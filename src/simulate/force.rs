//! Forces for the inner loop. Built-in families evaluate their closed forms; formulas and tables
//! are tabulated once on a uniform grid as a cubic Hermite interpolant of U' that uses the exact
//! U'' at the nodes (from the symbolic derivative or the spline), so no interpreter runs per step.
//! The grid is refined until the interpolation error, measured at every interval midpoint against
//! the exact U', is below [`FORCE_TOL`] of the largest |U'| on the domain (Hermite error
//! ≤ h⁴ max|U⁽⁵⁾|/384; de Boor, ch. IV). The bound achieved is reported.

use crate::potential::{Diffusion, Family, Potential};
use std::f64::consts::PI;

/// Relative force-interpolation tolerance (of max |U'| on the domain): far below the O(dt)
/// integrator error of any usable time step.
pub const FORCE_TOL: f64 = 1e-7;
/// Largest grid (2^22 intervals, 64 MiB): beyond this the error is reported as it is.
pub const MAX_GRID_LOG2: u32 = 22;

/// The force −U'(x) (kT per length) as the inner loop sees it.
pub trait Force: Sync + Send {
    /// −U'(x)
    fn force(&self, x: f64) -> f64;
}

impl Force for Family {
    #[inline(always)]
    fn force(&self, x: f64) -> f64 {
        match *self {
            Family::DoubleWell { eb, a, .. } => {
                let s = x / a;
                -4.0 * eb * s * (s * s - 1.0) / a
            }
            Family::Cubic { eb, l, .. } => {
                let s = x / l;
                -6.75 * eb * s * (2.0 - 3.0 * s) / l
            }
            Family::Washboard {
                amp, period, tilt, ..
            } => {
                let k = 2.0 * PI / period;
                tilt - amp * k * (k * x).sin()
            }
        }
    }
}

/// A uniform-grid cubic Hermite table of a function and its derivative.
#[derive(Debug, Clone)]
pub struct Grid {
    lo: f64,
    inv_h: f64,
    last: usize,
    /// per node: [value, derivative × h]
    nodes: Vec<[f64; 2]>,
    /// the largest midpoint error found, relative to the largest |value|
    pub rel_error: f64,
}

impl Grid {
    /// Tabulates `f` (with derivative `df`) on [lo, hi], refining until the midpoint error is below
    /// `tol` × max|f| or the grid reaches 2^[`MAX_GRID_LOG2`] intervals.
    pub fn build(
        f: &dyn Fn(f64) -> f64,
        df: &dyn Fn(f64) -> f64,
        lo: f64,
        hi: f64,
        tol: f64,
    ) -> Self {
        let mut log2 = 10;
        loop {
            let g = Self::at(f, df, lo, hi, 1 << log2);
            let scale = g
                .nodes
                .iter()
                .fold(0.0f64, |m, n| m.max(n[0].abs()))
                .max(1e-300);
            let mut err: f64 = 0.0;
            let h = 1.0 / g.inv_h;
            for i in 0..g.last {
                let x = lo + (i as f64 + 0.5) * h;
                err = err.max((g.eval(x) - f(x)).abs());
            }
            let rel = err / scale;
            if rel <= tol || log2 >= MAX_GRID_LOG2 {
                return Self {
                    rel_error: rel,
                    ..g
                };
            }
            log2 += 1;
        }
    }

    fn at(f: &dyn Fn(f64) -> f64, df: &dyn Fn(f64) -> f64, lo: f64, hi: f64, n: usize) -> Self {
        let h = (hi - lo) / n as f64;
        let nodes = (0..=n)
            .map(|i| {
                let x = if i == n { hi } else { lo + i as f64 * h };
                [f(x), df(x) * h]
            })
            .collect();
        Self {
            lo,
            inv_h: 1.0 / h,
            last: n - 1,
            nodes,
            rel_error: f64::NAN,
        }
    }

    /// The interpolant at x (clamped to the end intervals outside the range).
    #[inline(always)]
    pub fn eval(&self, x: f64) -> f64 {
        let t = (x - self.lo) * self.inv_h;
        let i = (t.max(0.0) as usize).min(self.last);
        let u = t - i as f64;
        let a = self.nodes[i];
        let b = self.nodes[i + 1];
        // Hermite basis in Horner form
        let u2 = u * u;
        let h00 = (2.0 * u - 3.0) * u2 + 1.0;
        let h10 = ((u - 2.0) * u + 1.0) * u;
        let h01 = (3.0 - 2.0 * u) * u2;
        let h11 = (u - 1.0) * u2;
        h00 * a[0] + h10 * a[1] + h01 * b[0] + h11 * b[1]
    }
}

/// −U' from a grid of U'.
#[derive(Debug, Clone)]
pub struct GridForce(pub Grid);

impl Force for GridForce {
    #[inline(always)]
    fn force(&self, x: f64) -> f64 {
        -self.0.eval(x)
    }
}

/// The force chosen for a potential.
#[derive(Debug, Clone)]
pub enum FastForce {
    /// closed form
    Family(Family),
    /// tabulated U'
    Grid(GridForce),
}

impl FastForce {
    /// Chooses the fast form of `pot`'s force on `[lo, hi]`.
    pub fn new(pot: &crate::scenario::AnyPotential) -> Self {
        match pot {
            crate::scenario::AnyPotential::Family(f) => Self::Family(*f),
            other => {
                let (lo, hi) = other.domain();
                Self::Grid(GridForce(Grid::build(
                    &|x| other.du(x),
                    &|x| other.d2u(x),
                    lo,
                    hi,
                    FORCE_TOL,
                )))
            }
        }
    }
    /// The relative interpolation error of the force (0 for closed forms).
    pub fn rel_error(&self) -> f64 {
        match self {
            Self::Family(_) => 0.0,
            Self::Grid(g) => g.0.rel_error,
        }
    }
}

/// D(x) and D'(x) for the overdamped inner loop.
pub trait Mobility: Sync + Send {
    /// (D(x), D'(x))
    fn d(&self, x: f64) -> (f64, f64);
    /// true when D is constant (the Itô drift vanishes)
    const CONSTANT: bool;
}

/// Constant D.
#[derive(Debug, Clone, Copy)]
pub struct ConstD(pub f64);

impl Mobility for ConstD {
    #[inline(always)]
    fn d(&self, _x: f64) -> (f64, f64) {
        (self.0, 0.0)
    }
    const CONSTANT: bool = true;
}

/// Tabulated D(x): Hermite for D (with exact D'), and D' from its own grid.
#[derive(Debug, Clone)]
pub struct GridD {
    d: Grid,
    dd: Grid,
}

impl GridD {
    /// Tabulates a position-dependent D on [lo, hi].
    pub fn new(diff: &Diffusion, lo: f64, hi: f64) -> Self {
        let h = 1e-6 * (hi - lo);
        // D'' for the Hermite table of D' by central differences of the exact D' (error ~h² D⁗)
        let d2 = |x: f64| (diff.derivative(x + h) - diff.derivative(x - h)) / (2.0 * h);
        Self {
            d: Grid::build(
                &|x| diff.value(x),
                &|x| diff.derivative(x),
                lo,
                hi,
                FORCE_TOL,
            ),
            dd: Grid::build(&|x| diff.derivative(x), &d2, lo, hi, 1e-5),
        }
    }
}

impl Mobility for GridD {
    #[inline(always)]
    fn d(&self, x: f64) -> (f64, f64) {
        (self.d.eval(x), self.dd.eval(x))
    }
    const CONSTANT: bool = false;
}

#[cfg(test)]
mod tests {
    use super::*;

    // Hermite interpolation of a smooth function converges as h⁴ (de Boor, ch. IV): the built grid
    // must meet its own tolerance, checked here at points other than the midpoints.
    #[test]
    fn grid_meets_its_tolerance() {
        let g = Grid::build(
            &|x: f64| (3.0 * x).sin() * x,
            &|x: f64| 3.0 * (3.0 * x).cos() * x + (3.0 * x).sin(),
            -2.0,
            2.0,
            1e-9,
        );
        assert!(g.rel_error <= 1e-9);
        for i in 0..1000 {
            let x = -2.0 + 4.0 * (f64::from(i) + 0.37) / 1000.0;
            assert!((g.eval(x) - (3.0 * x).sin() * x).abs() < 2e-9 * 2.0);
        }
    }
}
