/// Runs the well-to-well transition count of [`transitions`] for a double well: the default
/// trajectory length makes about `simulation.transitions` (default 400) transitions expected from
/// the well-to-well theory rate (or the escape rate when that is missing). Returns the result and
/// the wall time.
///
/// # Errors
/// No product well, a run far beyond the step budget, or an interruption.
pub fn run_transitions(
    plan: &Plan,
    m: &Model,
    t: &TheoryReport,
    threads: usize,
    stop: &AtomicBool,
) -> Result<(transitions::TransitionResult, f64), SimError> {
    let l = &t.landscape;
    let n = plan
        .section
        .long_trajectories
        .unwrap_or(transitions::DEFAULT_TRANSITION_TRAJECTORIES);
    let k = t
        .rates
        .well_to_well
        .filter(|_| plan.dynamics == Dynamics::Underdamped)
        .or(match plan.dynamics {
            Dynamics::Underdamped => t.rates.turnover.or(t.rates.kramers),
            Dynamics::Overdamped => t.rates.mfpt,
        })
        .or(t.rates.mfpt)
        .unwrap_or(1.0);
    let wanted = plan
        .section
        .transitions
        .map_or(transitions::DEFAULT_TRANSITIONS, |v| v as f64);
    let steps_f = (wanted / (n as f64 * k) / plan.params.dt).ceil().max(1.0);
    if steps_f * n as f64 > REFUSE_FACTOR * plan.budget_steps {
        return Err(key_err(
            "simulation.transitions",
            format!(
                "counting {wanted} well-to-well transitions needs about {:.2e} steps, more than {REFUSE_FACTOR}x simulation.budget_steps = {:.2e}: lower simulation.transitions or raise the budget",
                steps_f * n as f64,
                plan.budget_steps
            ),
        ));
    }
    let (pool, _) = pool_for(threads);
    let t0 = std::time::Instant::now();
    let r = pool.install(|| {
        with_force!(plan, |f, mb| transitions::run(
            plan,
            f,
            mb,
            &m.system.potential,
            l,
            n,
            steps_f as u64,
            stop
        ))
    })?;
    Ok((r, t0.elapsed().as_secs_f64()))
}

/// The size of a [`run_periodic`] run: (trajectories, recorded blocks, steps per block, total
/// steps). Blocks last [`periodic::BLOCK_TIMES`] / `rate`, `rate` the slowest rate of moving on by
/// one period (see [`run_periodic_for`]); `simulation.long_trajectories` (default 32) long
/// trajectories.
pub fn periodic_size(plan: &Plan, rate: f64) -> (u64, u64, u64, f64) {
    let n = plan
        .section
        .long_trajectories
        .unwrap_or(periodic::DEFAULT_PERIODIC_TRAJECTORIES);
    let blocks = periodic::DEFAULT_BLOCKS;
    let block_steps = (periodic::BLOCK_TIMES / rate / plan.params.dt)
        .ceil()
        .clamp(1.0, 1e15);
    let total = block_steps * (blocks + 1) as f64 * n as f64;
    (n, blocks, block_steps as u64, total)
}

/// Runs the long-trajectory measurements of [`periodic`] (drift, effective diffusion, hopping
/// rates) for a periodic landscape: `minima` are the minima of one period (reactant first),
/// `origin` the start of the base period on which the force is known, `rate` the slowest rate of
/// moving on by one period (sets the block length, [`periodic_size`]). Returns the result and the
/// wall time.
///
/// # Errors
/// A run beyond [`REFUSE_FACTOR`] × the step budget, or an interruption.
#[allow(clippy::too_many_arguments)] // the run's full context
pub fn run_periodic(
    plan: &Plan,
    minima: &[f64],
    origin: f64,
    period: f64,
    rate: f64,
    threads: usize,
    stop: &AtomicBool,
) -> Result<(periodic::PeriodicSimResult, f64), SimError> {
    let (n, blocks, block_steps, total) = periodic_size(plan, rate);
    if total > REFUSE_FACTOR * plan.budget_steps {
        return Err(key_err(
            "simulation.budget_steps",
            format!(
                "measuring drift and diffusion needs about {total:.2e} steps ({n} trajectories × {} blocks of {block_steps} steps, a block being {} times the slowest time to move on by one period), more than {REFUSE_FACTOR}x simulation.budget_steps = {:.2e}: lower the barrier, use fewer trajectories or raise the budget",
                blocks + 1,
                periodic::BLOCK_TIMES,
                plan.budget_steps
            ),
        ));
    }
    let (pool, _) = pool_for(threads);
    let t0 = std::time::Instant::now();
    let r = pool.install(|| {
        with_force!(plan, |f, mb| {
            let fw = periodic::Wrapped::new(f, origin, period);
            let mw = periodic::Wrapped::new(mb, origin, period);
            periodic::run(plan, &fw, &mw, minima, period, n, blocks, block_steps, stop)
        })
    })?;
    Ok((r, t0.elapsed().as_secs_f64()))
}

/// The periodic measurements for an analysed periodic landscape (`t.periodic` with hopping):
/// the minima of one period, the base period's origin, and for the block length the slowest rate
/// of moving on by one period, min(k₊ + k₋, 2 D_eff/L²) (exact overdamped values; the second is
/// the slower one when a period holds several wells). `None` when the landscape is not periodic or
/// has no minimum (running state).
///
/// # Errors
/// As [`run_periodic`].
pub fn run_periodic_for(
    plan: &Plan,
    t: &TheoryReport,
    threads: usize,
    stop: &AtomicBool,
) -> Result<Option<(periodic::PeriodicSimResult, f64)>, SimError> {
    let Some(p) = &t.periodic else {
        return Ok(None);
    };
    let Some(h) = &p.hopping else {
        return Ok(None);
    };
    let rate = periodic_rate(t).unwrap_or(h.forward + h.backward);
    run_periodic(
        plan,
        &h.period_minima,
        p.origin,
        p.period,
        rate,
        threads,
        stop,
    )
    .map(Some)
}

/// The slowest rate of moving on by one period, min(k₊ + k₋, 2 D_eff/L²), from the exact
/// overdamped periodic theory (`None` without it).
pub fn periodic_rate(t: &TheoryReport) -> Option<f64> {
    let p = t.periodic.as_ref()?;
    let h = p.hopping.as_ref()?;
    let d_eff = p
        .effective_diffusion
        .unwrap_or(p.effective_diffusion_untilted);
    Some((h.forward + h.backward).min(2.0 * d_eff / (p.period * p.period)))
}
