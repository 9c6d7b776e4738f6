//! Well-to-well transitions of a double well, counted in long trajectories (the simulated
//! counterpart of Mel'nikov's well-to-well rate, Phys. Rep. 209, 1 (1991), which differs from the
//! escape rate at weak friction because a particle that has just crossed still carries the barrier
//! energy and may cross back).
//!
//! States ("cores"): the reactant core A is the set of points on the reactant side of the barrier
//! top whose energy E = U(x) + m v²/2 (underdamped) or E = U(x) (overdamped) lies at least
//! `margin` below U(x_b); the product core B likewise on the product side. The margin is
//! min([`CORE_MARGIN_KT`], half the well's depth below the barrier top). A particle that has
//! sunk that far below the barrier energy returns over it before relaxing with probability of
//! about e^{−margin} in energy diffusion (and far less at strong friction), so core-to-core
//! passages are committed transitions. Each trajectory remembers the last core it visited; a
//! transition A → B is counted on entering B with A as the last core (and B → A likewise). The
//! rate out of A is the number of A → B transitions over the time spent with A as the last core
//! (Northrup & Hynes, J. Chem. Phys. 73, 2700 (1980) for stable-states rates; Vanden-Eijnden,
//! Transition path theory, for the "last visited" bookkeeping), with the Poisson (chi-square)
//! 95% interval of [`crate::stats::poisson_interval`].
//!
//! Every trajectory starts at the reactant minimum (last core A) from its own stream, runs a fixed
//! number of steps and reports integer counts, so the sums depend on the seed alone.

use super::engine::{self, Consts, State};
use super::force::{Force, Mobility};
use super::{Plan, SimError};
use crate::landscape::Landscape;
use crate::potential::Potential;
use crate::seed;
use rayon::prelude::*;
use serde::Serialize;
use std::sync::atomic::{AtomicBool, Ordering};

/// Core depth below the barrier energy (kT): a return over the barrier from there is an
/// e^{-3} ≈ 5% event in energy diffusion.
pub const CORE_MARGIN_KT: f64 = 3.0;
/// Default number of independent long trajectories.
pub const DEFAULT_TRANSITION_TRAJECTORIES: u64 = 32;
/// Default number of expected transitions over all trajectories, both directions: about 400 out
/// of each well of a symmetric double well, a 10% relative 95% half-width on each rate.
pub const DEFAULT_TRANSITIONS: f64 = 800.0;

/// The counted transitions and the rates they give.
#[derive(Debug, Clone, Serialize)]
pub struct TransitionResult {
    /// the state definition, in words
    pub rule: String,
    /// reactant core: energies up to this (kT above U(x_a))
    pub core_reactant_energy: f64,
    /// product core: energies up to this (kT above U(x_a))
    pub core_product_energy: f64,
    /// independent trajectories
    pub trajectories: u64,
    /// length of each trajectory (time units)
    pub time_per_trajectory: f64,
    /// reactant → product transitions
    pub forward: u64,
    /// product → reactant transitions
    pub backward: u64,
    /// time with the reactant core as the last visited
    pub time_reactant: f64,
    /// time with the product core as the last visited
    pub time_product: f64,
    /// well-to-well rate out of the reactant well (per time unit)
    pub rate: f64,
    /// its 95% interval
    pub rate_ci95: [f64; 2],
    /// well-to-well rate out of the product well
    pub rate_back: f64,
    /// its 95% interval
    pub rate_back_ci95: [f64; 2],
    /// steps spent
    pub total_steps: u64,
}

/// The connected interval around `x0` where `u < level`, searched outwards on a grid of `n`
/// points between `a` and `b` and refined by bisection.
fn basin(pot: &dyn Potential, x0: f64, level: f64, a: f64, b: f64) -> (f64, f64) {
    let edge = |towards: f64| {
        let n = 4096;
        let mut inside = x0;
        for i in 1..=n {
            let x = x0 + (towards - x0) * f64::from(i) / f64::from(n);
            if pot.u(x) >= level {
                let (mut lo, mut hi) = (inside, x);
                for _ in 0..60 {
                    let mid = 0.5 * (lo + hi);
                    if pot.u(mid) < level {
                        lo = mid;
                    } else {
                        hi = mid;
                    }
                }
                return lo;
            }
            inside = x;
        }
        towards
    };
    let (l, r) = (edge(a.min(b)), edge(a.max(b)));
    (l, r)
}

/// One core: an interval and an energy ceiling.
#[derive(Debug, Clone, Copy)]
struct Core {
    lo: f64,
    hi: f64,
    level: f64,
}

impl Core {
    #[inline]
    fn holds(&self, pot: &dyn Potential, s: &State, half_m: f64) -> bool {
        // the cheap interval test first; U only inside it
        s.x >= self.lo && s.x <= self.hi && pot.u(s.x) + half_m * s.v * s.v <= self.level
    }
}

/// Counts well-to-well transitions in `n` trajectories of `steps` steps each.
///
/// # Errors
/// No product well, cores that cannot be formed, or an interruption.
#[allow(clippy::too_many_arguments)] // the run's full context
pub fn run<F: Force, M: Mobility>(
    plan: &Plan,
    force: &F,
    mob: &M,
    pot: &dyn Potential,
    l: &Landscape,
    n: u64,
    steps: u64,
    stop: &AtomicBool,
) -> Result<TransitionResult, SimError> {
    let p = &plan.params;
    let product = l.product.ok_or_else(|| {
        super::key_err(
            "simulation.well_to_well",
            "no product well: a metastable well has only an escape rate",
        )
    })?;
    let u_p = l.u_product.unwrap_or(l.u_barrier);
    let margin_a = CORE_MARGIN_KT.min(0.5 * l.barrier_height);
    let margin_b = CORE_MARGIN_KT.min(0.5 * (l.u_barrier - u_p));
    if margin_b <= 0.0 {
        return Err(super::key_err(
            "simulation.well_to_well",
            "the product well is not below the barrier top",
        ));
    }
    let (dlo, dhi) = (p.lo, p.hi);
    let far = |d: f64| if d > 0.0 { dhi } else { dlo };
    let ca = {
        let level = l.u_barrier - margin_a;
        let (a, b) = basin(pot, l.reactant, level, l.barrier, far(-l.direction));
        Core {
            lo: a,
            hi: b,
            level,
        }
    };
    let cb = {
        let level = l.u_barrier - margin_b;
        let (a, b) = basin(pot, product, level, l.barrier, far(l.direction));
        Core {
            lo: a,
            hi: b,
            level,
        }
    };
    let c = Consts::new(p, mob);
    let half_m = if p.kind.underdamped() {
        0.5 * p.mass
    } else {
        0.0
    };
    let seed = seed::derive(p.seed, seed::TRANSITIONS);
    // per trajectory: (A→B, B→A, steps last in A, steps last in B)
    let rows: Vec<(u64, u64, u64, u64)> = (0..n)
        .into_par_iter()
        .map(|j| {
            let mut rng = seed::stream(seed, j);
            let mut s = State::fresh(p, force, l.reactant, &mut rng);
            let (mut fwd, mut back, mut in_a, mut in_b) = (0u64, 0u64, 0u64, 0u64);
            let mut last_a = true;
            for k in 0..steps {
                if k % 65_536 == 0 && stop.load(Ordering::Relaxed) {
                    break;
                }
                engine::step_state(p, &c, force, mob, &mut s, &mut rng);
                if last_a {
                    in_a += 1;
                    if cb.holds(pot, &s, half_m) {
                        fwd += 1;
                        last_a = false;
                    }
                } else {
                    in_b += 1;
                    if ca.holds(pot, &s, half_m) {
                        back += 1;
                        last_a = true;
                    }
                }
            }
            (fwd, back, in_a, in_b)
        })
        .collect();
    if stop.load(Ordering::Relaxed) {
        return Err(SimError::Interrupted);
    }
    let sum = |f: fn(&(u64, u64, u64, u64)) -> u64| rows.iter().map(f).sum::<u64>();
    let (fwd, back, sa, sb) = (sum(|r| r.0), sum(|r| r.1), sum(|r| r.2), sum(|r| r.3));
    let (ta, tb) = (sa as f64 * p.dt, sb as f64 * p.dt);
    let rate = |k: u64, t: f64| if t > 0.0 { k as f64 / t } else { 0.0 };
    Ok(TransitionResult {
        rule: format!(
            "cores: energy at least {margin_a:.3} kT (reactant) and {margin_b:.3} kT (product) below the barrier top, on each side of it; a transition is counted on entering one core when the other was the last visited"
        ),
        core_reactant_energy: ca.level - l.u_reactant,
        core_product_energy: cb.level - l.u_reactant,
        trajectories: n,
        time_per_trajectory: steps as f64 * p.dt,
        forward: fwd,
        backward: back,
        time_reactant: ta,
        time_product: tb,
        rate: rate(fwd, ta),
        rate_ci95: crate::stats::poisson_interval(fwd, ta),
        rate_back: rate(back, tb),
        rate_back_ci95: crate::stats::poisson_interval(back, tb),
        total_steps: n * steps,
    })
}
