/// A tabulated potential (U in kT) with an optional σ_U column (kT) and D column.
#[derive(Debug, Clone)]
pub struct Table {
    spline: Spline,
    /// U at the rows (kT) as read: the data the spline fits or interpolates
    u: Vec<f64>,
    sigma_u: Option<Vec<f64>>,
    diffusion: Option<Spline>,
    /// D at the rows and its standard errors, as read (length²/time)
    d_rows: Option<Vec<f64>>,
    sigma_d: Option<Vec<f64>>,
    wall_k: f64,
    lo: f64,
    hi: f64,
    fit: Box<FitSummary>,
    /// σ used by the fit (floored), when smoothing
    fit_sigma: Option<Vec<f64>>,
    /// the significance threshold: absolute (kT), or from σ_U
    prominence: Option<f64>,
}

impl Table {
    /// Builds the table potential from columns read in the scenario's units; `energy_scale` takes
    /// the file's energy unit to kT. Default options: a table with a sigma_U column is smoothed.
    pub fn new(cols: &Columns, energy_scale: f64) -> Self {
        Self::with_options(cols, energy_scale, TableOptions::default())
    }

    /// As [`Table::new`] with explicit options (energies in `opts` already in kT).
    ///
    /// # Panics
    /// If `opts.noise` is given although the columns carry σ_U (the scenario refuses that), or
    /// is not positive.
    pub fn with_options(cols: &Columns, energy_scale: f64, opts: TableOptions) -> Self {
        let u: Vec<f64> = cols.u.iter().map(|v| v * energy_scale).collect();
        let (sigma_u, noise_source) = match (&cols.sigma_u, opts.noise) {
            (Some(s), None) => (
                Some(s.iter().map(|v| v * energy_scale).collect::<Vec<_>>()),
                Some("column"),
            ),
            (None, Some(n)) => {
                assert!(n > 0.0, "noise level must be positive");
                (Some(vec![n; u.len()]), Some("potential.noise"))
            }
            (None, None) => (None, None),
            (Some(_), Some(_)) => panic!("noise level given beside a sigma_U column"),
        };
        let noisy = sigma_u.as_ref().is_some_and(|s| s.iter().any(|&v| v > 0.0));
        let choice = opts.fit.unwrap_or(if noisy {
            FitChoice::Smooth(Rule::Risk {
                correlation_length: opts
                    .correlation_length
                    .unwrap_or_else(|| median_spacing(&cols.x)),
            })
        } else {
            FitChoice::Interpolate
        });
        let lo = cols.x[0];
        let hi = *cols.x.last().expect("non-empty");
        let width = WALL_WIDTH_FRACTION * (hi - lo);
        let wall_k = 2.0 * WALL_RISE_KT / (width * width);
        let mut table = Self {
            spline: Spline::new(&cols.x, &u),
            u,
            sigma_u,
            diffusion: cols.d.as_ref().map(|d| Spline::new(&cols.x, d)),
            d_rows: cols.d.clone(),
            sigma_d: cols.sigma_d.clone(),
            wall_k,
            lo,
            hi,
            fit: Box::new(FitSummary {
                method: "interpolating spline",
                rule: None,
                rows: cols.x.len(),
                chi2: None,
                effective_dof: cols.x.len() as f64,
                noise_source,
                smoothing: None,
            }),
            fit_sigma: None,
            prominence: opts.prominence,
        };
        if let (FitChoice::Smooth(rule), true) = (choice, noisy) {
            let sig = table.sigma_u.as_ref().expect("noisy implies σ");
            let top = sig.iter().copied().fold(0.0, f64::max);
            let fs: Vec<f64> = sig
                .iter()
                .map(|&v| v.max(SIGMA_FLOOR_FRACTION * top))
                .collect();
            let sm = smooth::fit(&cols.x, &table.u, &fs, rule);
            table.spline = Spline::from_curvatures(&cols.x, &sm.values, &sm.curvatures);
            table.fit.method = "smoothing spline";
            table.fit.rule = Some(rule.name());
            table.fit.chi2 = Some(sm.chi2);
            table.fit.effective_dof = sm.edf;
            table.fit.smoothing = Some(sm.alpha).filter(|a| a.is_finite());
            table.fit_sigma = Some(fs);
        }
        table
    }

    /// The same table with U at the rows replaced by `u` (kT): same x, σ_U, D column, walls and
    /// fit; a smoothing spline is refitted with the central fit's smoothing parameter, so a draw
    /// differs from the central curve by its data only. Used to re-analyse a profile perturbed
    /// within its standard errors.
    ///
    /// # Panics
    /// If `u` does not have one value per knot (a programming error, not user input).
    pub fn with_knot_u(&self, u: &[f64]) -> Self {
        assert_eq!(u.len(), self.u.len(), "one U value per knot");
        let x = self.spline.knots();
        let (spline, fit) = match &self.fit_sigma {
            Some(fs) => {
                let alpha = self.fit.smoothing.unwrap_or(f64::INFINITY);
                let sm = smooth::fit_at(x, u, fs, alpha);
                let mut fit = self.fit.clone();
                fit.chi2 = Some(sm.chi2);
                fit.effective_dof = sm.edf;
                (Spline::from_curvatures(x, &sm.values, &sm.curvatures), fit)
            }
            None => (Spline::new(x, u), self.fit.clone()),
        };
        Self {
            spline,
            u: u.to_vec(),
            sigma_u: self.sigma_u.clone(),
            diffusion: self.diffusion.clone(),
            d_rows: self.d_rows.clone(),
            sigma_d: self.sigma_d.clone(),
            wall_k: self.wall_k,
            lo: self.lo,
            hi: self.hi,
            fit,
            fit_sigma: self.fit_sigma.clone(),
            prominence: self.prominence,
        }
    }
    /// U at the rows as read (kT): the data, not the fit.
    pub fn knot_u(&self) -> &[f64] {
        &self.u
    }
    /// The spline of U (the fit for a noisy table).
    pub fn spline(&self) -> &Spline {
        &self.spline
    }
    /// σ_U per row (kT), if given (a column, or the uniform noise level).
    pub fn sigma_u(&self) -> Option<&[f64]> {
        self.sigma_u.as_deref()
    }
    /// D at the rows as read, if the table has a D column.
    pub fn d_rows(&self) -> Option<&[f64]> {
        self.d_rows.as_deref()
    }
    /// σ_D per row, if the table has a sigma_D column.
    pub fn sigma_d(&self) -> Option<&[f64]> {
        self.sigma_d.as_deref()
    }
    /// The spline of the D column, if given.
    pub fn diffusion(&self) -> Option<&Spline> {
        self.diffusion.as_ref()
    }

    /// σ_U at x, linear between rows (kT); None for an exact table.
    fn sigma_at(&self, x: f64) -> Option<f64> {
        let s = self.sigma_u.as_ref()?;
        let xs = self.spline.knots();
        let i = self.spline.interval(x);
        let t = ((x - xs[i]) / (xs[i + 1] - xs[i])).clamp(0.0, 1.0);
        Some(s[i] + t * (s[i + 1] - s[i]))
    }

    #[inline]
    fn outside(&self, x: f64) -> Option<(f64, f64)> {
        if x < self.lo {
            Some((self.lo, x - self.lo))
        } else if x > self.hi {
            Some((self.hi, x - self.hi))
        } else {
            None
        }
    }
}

........

When you repeat the lines, start with the first line of the material and end with the line that contains "use std::f64::consts::PI;", keeping both and reproducing each exactly, with nothing added.

filename src/simulate/force.rs
//! Forces for the inner loop. Built-in families evaluate their closed forms; formulas and tables
//! are tabulated once on a uniform grid as a cubic Hermite interpolant of U' that uses the exact
//! U'' at the nodes (from the symbolic derivative or the spline), so no interpreter runs per step.
//! The grid is refined until the interpolation error, measured at every interval midpoint against
//! the exact U', is below [`FORCE_TOL`] of the largest |U'| on the domain (Hermite error
//! ≤ h⁴ max|U⁽⁵⁾|/384; de Boor, ch. IV). The bound achieved is reported.

use crate::potential::{Diffusion, Family, Potential};
use std::f64::consts::PI;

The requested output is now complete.